Monday 10 March 2014

Monuments Men and Binchester

There has been lots of press recently about the new George Clooney film Monuments Men about the Monuments, Fine Arts, and Archives program at the end of World War II, which saw a select group of art historians and archaeologists working alongside the army to protect historic artefacts and, as the war came to an end, finding and returning art that had been stolen by the Nazis.

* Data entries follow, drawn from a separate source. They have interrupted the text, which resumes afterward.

static void read_part(const char *dir, struct part *p)
{
	char path[4096];
	snprintf(path, sizeof path, "%s/part.%d", dir, (int)rank);
	in_name = path;
	in_file = fopen(path, "rb");
	if (in_file == NULL) {
		die(EXIT_INPUT, "cannot open %s", path);
	}
	char magic[8];
	get(magic, 1, 8, "magic");
	if (memcmp(magic, MAGIC, 8) != 0) {
		die(EXIT_INPUT, "%s is not a formwright part file of this version", path);
	}
	struct header *h = &p->h;
	h->dim = get_i64("dim");
	h->verts = get_i64("vertices per cell");
	h->dofs = get_i64("local dofs");
	h->sides = get_i64("sides");
	h->global = get_i64("global dofs");
	h->ranks = get_i64("ranks");
	h->method = get_i64("method");
	h->precond = get_i64("preconditioner");
	h->maxit = get_i64("iteration limit");
	h->restart = get_i64("restart");
	h->direct_limit = get_i64("direct limit");
	h->max_picard = get_i64("Picard limit");
	h->means = get_i64("mean conditions");
	h->rtol = get_f64("rtol");
	h->time = get_f64("time");
	h->step = get_f64("step");
	h->sym_tol = get_f64("symmetry tolerance");
	h->picard_tol = get_f64("Picard tolerance");
	h->relax = get_f64("relaxation");
	h->newton = get_i64("Newton");
	h->newton_maxit = get_i64("Newton limit");
	h->newton_no_search = get_i64("Newton without line search");
	h->newton_rtol = get_f64("Newton tolerance");
	h->newton_atol = get_f64("Newton absolute tolerance");
	h->newton_steptol = get_f64("Newton step tolerance");
	h->newton_damping = get_f64("Newton damping");
	h->newton_minstep = get_f64("Newton shortest step");
	h->fields = get_i64("fields");
	checked(h->fields, 1, 16, "fields");
	for (int64_t k = 0; k < h->fields; ++k) {
		h->constraint[k] = get_i64("constraint flag");
	}
	if (h->ranks != size) {
		die(EXIT_INPUT, "%s was written for %lld ranks, the run has %d", path, (long long)h->ranks, (int)size);
	}
	checked(h->global, 1, INT32_MAX, "global dofs");
	const struct fw_kernel_layout *l = FW_LAYOUT();
	if (h->dim != l->dim || h->verts != l->vertices || h->dofs != l->dofs || h->sides != l->num_sides) {
		die(EXIT_INPUT, "the mesh data (dimension %lld, %lld vertices and %lld dofs per cell, %lld sides) do not fit the kernels "
		    "(dimension %d, %d vertices, %d dofs, %d sides)",
		    (long long)h->dim, (long long)h->verts, (long long)h->dofs, (long long)h->sides, l->dim, l->vertices, l->dofs, l->num_sides);
	}
	for (int64_t k = 0; k < h->sides; ++k) {
		char name[256];
		int64_t n = checked(get_i64("side name length"), 0, (int64_t)sizeof name - 1, "side name length");
		get(name, 1, (size_t)n, "side name");
		name[n] = 0;
		if (strcmp(name, l->sides[k]) != 0) {
			die(EXIT_INPUT, "side %lld is \"%s\" in the mesh data and \"%s\" in the kernels", (long long)k, name, l->sides[k]);
		}
	}
	p->lo = checked(get_i64("lo"), 0, h->global, "lo");
	p->hi = checked(get_i64("hi"), p->lo, h->global, "hi");
	p->nvert = checked(get_i64("vertices"), 0, INT32_MAX, "vertices");
	p->ncell = checked(get_i64("cells"), 0, INT32_MAX, "cells");
	p->nfacet = checked(get_i64("facets"), 0, INT32_MAX, "facets");
	p->nfixed = checked(get_i64("fixed"), 0, p->hi - p->lo, "fixed dofs");
	PetscInt total = 0;
	for (int64_t k = 0; k < h->fields; ++k) {
		p->owned[k] = checked(get_i64("owned field dofs"), 0, p->hi - p->lo - total, "owned field dofs");
		total += p->owned[k];
	}
	if (total != p->hi - p->lo) {
		die(EXIT_INPUT, "%s: the fields own %d of %d dofs", path, (int)total, (int)(p->hi - p->lo));
	}
	PetscInt nown = p->hi - p->lo;
	p->coords = alloc((size_t)p->nvert * (size_t)h->dim, sizeof(double));
	get(p->coords, sizeof(double), (size_t)p->nvert * (size_t)h->dim, "coordinates");
	p->cells = alloc((size_t)p->ncell * (size_t)h->verts, sizeof(int32_t));
	get(p->cells, sizeof(int32_t), (size_t)p->ncell * (size_t)h->verts, "cells");
	for (size_t i = 0; i < (size_t)p->ncell * (size_t)h->verts; ++i) {
		checked(p->cells[i], 0, p->nvert - 1, "cell vertex");
	}
	p->dofs = get_index((size_t)p->ncell * (size_t)h->dofs, 0, h->global, "cell dofs");
	p->facets = alloc((size_t)p->nfacet * 3, sizeof(int32_t));
	get(p->facets, sizeof(int32_t), (size_t)p->nfacet * 3, "facets");
	for (PetscInt i = 0; i < p->nfacet; ++i) {
		checked(p->facets[3 * i], 0, p->ncell - 1, "facet cell");
		checked(p->facets[3 * i + 1], 0, l->num_facets - 1, "local facet");
		checked(p->facets[3 * i + 2], 0, h->sides - 1, "facet side");
	}
	p->dnnz = get_index((size_t)nown, 1, nown + 1, "d_nnz");
	p->onnz = get_index((size_t)nown, 0, h->global - nown + 1, "o_nnz");
	p->fixed = get_index((size_t)p->nfixed, p->lo, p->hi, "fixed dofs");
	p->values = alloc((size_t)p->nfixed, sizeof(double));
	get(p->values, sizeof(double), (size_t)p->nfixed, "fixed values");
	p->initial = alloc((size_t)nown, sizeof(double));
	get(p->initial, sizeof(double), (size_t)nown, "initial iterate");
	checked(h->means, 0, 1000, "mean conditions");
	p->means = alloc((size_t)h->means, sizeof(struct mean));
	for (int64_t k = 0; k < h->means; ++k) {
		struct mean *m = &p->means[k];
		m->pin = checked(get_i64("pin"), 0, h->global - 1, "pin");
		m->target = get_f64("mean");
		m->n = checked(get_i64("mean dofs"), 0, nown, "mean dofs");
		m->dofs = get_index((size_t)m->n, p->lo, p->hi, "mean dofs");
		m->w = alloc((size_t)m->n, sizeof(double));
		get(m->w, sizeof(double), (size_t)m->n, "mean weights");
	}
	char end[8];
	get(end, 1, 8, "end mark");
	if (memcmp(end, MAGIC, 8) != 0) {
		die(EXIT_INPUT, "%s: bad end mark", path);
	}
	fclose(in_file);
}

Pleasingly, Binchester has a direct connection with these "Monuments Men", as one of this elite bunch was none other than Kenneth Steer, who was both an undergraduate and post-graduate at Durham University and completed his PhD on the Roman remains of County Durham. This included some key excavations at Binchester - indeed we have partially re-excavated one of the trenches which he dug at the site. Following graduation from Durham he was appointed to the post of Assistant Archaeologist with the Royal Commission on the Ancient and Historical Monuments of Scotland (RCAHMS) in Edinburgh and in 1941 he was commissioned into the British army. Initially working in the Intelligence Corps, like many archaeologists, he became involved in the interpretation of aerial photographs and was head of the Air Photographic Interpretation Service for the 56th Division in Italy. After a brief time fulfilling a similar role in Germany he was transferred to the Monuments, Fine Arts and Archives programme, North Rhine Division based in Düsseldorf.

After the war he returned to the RCAHMS, where he had a successful career, finally retiring in 1978. He was major figure in Scottish archaeology, and became the President of the Society of Antiquaries of Scotland and gave the prestigious Rhind Lectures.

He died in 2007 at the grand age of 93; sadly just a few years too early to see the resumption of more work at Binchester.